Tra storia e messa in scena: una timeline senza fiato

La traiettoria storica attraversa i momenti-chiave: lo sfinimento dell’era Eltsin, l’elezione del 2000, il Kursk, le guerre in Cecenia, l’annessione della Crimea, la rete e le bot farm; e con essa le comparse-chiave del sistema: Berezovsky (Will Keen), Sechin (Andrei Zayats), Prigozhin (Andris Keiss). Tom Sturridge interpreta il banchiere Dimitry Sidorov, contraltare privato di Baranov, mentre Alicia Vikander è Ksenia, figura laterale e libera che scompagina regole e appartenenze. Questa densità dà energia e, allo stesso tempo, asseconda la sensazione di un flusso continuo in cui gli eventi, compressi, rischiano di perdere le radici emotive.

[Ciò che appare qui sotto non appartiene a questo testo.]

class Recogniser:
    """Match mirror patterns on one flat netlist; every device ends claimed or reported."""

    def __init__(self, flat: Flat, rails: dict[str, float] | None = None) -> None:
        self.flat = flat
        self.volts = fixed_voltages(flat.devices, rails)
        self.transistors = [d for d in flat.devices if d.kind in TRANSISTORS]
        self.ctrl: dict[str, list[Device]] = {}
        self.out: dict[str, list[Device]] = {}
        self.rs: dict[str, list[Device]] = {}
        self.two: dict[str, list[Device]] = {}
        for d in self.transistors:
            self.ctrl.setdefault(d.control, []).append(d)
            self.out.setdefault(d.output, []).append(d)
            self.rs.setdefault(d.rail_side, []).append(d)
        for d in flat.devices:
            if d.kind in ("isource", "resistor", "vsource"):
                for n in d.nodes:
                    self.two.setdefault(n, []).append(d)
        self.claimed: set[str] = set()
        self.stages: list[Stage] = []
        self.findings: list[Finding] = []

    # --- small queries -------------------------------------------------------

    def free(self, devices: Iterable[Device], kind: str) -> list[Device]:
        return [d for d in devices if d.path not in self.claimed and d.kind == kind]

    def is_rail(self, node: str) -> bool:
        return node in self.volts

    def offset(self, node: str, rail: str, kind: str) -> float | None:
        """How far ``node`` sits from ``rail`` towards the other rail, if it is nearly the same rail."""
        if node == rail:
            return 0.0
        if node not in self.volts or rail not in self.volts:
            return None
        delta = self.volts[node] - self.volts[rail]
        delta = delta if kind in SINKS else -delta
        return delta if abs(delta) <= MAX_RAIL_OFFSET else None

    def diodes(self, node: str, kind: str) -> list[Device]:
        return [d for d in self.free(self.ctrl.get(node, []), kind) if d.output == node]

    def on_rail(self, d: Device) -> bool:
        return self.is_rail(d.rail_side)

    def output_of(self, dev: Device, rail: str, base: Device, cascode: Device | None = None) -> Output | None:
        off = self.offset(dev.rail_side, rail, dev.kind)
        if off is None:
            return None
        top = cascode or dev
        return Output(top.output, [dev] + ([cascode] if cascode else []), dev.size, off, dev.dtemp - base.dtemp)

    def claim(self, stage: Stage) -> Stage:
        if family(stage.kind) == "mos":
            ref = stage.input
            for out in stage.outputs:
                o = out.devices[0]
                if (o.w, o.l) != (ref.w, ref.l):
                    stage.notes.append(Finding(o.where, o.path, f"W/L {o.w:g}/{o.l:g} differs from the input's "
                                               f"{ref.w:g}/{ref.l:g}: ratio taken from W/L (exact for the square "
                                               "law; with a real model use m= copies of one unit device)"))
        for d in stage.devices + stage.sources:
            self.claimed.add(d.path)
        self.stages.append(stage)
        return stage

    def note(self, stage_notes: list[Finding], dev: Device, message: str) -> None:
        stage_notes.append(Finding(dev.where, dev.path, message))

    def isource_into(self, node: str, sink: bool) -> list[Device]:
        """Unclaimed current sources whose current flows into ``node`` (sink) or out of it (source)."""
        found = []
        for s in self.two.get(node, []):
            if s.kind != "isource" or s.path in self.claimed or s.value is None:
                continue
            into = (s.nodes[1] == node) == (s.value > 0)
            if into == sink:
                found.append(s)
        return found

    # --- topologies, most specific first ---------------------------------------

    def _cascoded_outputs(self, kind: str, gate: str, cascode_gate: str, rail: str, base: Device,
                          skip: set[str], notes: list[Finding]) -> tuple[list[Output], list[Device]]:
        outputs, devs = [], []
        for o in self.free(self.ctrl.get(gate, []), kind):
            if o.path in skip:
                continue
            tops = [c for c in self.free(self.rs.get(o.output, []), kind) if c.control == cascode_gate]
            out = self.output_of(o, rail, base, tops[0] if tops else None)
            if out is None or not tops:
                continue
            if abs(tops[0].size - o.size) > 1e-9 * o.size:
                self.note(notes, tops[0], f"cascode device size {tops[0].size:g} differs from its mirror "
                          f"device's {o.size:g}: the plan assumes equal sizes")
            outputs.append(out)
            devs += out.devices
        return outputs, devs

    def wide_swing(self, m2: Device) -> Stage | None:
        if family(m2.kind) != "mos":
            return None
        n, g, x = m2.output, m2.control, m2.rail_side
        m1s = [d for d in self.free(self.out.get(x, []), m2.kind) if d.control == n and self.on_rail(d)]
        bias = self.diodes(g, m2.kind)
        if not m1s or not bias or bias[0].rail_side != m1s[0].rail_side:
            return None
        m1, b, rail = m1s[0], bias[0], m1s[0].rail_side
        notes: list[Finding] = []
        outputs, devs = self._cascoded_outputs(m2.kind, n, g, rail, m1, {m1.path}, notes)
        if not outputs:
            return None
        params = {"swing_n": (m1.size / b.size) ** 0.5 - 1.0}
        sources = self.isource_into(g, m2.kind in SINKS)
        if sources:
            params["bias_current"] = abs(sum(s.value for s in sources))  # type: ignore[misc]
        else:
            notes.append(Finding(b.where, b.path, "no current source feeds the bias device; the plan assumes "
                                 "the ideal input current"))
        if params["swing_n"] <= 0:
            return None
        return self.claim(Stage("wide_swing", m2.kind, n, rail, m1, [m1, m2, b] + devs, outputs, params, notes,
                                sources))

    def cascode(self, in1: Device) -> Stage | None:
        b, rail = in1.output, in1.rail_side
        in2s = [d for d in self.free(self.rs.get(b, []), in1.kind) if d.output == d.control]
        if not in2s:
            return None
        in2 = in2s[0]
        notes: list[Finding] = []
        outputs, devs = self._cascoded_outputs(in1.kind, b, in2.output, rail, in1, {in1.path}, notes)
        if not outputs:
            return None
        return self.claim(Stage("cascode", in1.kind, in2.output, rail, in1, [in1, in2] + devs, outputs, {}, notes))

    def wilson(self, q2: Device) -> Stage | None:
        if family(q2.kind) != "bjt":
            return None
        b, rail = q2.output, q2.rail_side
        q1s = [d for d in self.free(self.ctrl.get(b, []), q2.kind) if d is not q2 and d.rail_side == rail]
        q3s = [d for d in self.free(self.rs.get(b, []), q2.kind) if d.output != d.control]
        if len(q1s) != 1 or len(q3s) != 1:
            return None
        q1, q3 = q1s[0], q3s[0]
        n = q3.control
        notes: list[Finding] = []
        if q1.output == n:
            topology, devs = "wilson", [q1, q2, q3]
        else:
            q4s = [d for d in self.diodes(n, q2.kind) if d.rail_side == q1.output]
            if not q4s:
                return None
            topology, devs = "wilson4", [q1, q2, q3, q4s[0]]
        if abs(q3.size - q2.size) > 1e-9 * q2.size:
            self.note(notes, q3, f"output device size {q3.size:g} differs from the diode's {q2.size:g}: "
                      "the plan assumes equal sizes")
        out = Output(q3.output, [q3], q2.size, 0.0, q3.dtemp - q1.dtemp)
        return self.claim(Stage(topology, q2.kind, n, rail, q1, devs, [out], {}, notes))

    def degenerated(self, d: Device) -> Stage | None:
        if family(d.kind) != "bjt" or self.is_rail(d.rail_side):
            return None
        rail_r = self._emitter_resistor(d)
        if rail_r is None:
            return None
        rail, r_in = rail_r[0], rail_r[1]
        notes: list[Finding] = []
        outputs, devs, res = [], [d], [r_in]
        for o in self.free(self.ctrl.get(d.control, []), d.kind):
            if o is d:
                continue
            found = self._emitter_resistor(o)
            if found is None:
                continue
            off = self.offset(found[0], rail, d.kind)
            if off is None:
                continue
            out = Output(o.output, [o], o.size, off, o.dtemp - d.dtemp)
            ideal = r_in.value * d.size / o.size  # type: ignore[operator]
            if abs(found[1].value - ideal) > 1e-9 * ideal:  # type: ignore[operator]
                self.note(notes, found[1], f"emitter resistor {found[1].value:g} ohm is not R_in/ratio = "
                          f"{ideal:g} ohm: the plan assumes R_in/ratio")
            outputs.append(out)
            devs.append(o)
            res.append(found[1])
        if not outputs:
            return None
        return self.claim(Stage("degenerated", d.kind, d.output, rail, d, devs, outputs,
                                {"degeneration": float(r_in.value)}, notes, res))  # type: ignore[arg-type]

    def _emitter_resistor(self, d: Device) -> tuple[str, Device] | None:
        """(rail, resistor) when d's emitter reaches a rail through one resistor and nothing else."""
        e = d.rail_side
        others = [x for x in self.rs.get(e, []) if x is not d] + [x for x in self.ctrl.get(e, []) + self.out.get(e, [])]
        res = [r for r in self.two.get(e, []) if r.kind == "resistor" and r.path not in self.claimed]
        if others or len(res) != 1 or len(self.two.get(e, [])) != 1 or res[0].value is None:
            return None
        rail = res[0].nodes[1] if res[0].nodes[0] == e else res[0].nodes[0]
        return (rail, res[0]) if self.is_rail(rail) else None

    def beta_helper(self, q: Device) -> Stage | None:
        if family(q.kind) != "bjt" or q.output == q.control or not self.on_rail(q):
            return None
        n, b, rail = q.output, q.control, q.rail_side
        helpers = [h for h in self.free(self.rs.get(b, []), q.kind) if h.control == n and self.is_rail(h.output)]
        if not helpers:
            return None
        h = helpers[0]
        outputs, devs = self._plain_outputs(b, rail, q)
        devs = [q, h] + devs
        if not outputs:
            return None
        params = {"helper_size": h.size}
        # a bleed source pulls current from the base line to the rail
        bleeds = self.isource_into(b, q.kind not in SINKS)
        if bleeds:
            params["bleed"] = abs(sum(s.value for s in bleeds))  # type: ignore[misc]
        return self.claim(Stage("beta_helper", q.kind, n, rail, q, devs, outputs, params, [], bleeds))

    def simple(self, d: Device) -> Stage | None:
        if d.output != d.control or not self.on_rail(d) or self.is_rail(d.control):
            return None  # a device with its base/gate on a fixed node is a dummy, not a diode
        n, rail = d.output, d.rail_side
        outputs, devs = self._plain_outputs(n, rail, d)
        if not outputs:
            return None
        return self.claim(Stage("simple", d.kind, n, rail, d, [d] + devs, outputs, {}, []))

    def _plain_outputs(self, line: str, rail: str, base: Device) -> tuple[list[Output], list[Device]]:
        """Devices on the base/gate ``line`` whose emitters/sources sit on ``rail`` (or nearly)."""
        outputs, devs = [], []
        for o in self.free(self.ctrl.get(line, []), base.kind):
            out = None if o is base else self.output_of(o, rail, base)
            if out is not None:
                outputs.append(out)
                devs.append(o)
        return outputs, devs

    # --- the whole netlist -------------------------------------------------------

    def run(self) -> list[Stage]:
        matchers: list[Callable[[Device], Stage | None]] = [
            self.wide_swing, self.cascode, self.wilson, self.degenerated, self.beta_helper, self.simple,
        ]
        for match in matchers:
            for d in self.transistors:
                if d.path in self.claimed:
                    continue
                if match in (self.cascode, self.wilson, self.simple) and not (d.output == d.control and self.on_rail(d)):
                    continue
                if match == self.degenerated and d.output != d.control:
                    continue
                match(d)
        self._report_leftovers()
        return self.stages

    def _report_leftovers(self) -> None:
        stage_of = {n: s for s in self.stages for n in (s.input_node, s.input.control)}
        for d in self.transistors:
            if d.path in self.claimed:
                continue
            s = stage_of.get(d.control)
            if self.is_rail(d.control):
                msg = f"its base/gate is on the fixed node {d.control}: a dummy or biased device, not a mirror"
            elif s is not None and s.kind == d.kind:
                where = d.rail_side if d.rail_side not in self.volts else f"{d.rail_side} ({self.volts[d.rail_side]:g} V)"
                msg = (f"shares the control net {d.control} of the mirror at {s.input_node} but its "
                       f"{'emitter' if family(d.kind) == 'bjt' else 'source'} is on {where}, not on the mirror's "
                       f"rail {s.rail}: control net shared across rails (not audited)")
            elif s is not None:
                msg = f"a {d.kind} on the control net of a {s.kind} mirror at {s.input_node}: not audited"
            elif d.rail_side in stage_of and stage_of[d.rail_side].kind == d.kind:
                msg = (f"its {'emitter' if family(d.kind) == 'bjt' else 'source'} sits on the diode node "
                       f"{d.rail_side} of a mirror: a feedback structure not in the registry "
                       f"(e.g. a {d.kind} Wilson), not audited")
            elif d.output == d.control:
                msg = "diode-connected, but no device mirrors it from the same rail: part of no mirror"
            else:
                msg = "part of no recognised mirror (not audited)"
            self.findings.append(Finding(d.where, d.path, msg))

L’architettura formale: sguardo, luce, montaggio

La fotografia di Yorick Le Saux mantiene un rigore elegante: vetri, saloni, luci fredde per il potere; camere d’albergo, platee televisive, stanze private per l’altra faccia dello spettacolo. Il montaggio di Marion Monnier abbraccia il fiume di episodi con tagli netti e ritorni: la cornice con il professore governa l’orientamento dello spettatore. La scenografia di François-Renaud Labarthe lavora su ambienti stratificati, tra modernità lucidata e residui novecenteschi; i costumi di Jürgen Doering sostengono i ruoli sociali: completi impeccabili, tailleur che parlano prima delle parole.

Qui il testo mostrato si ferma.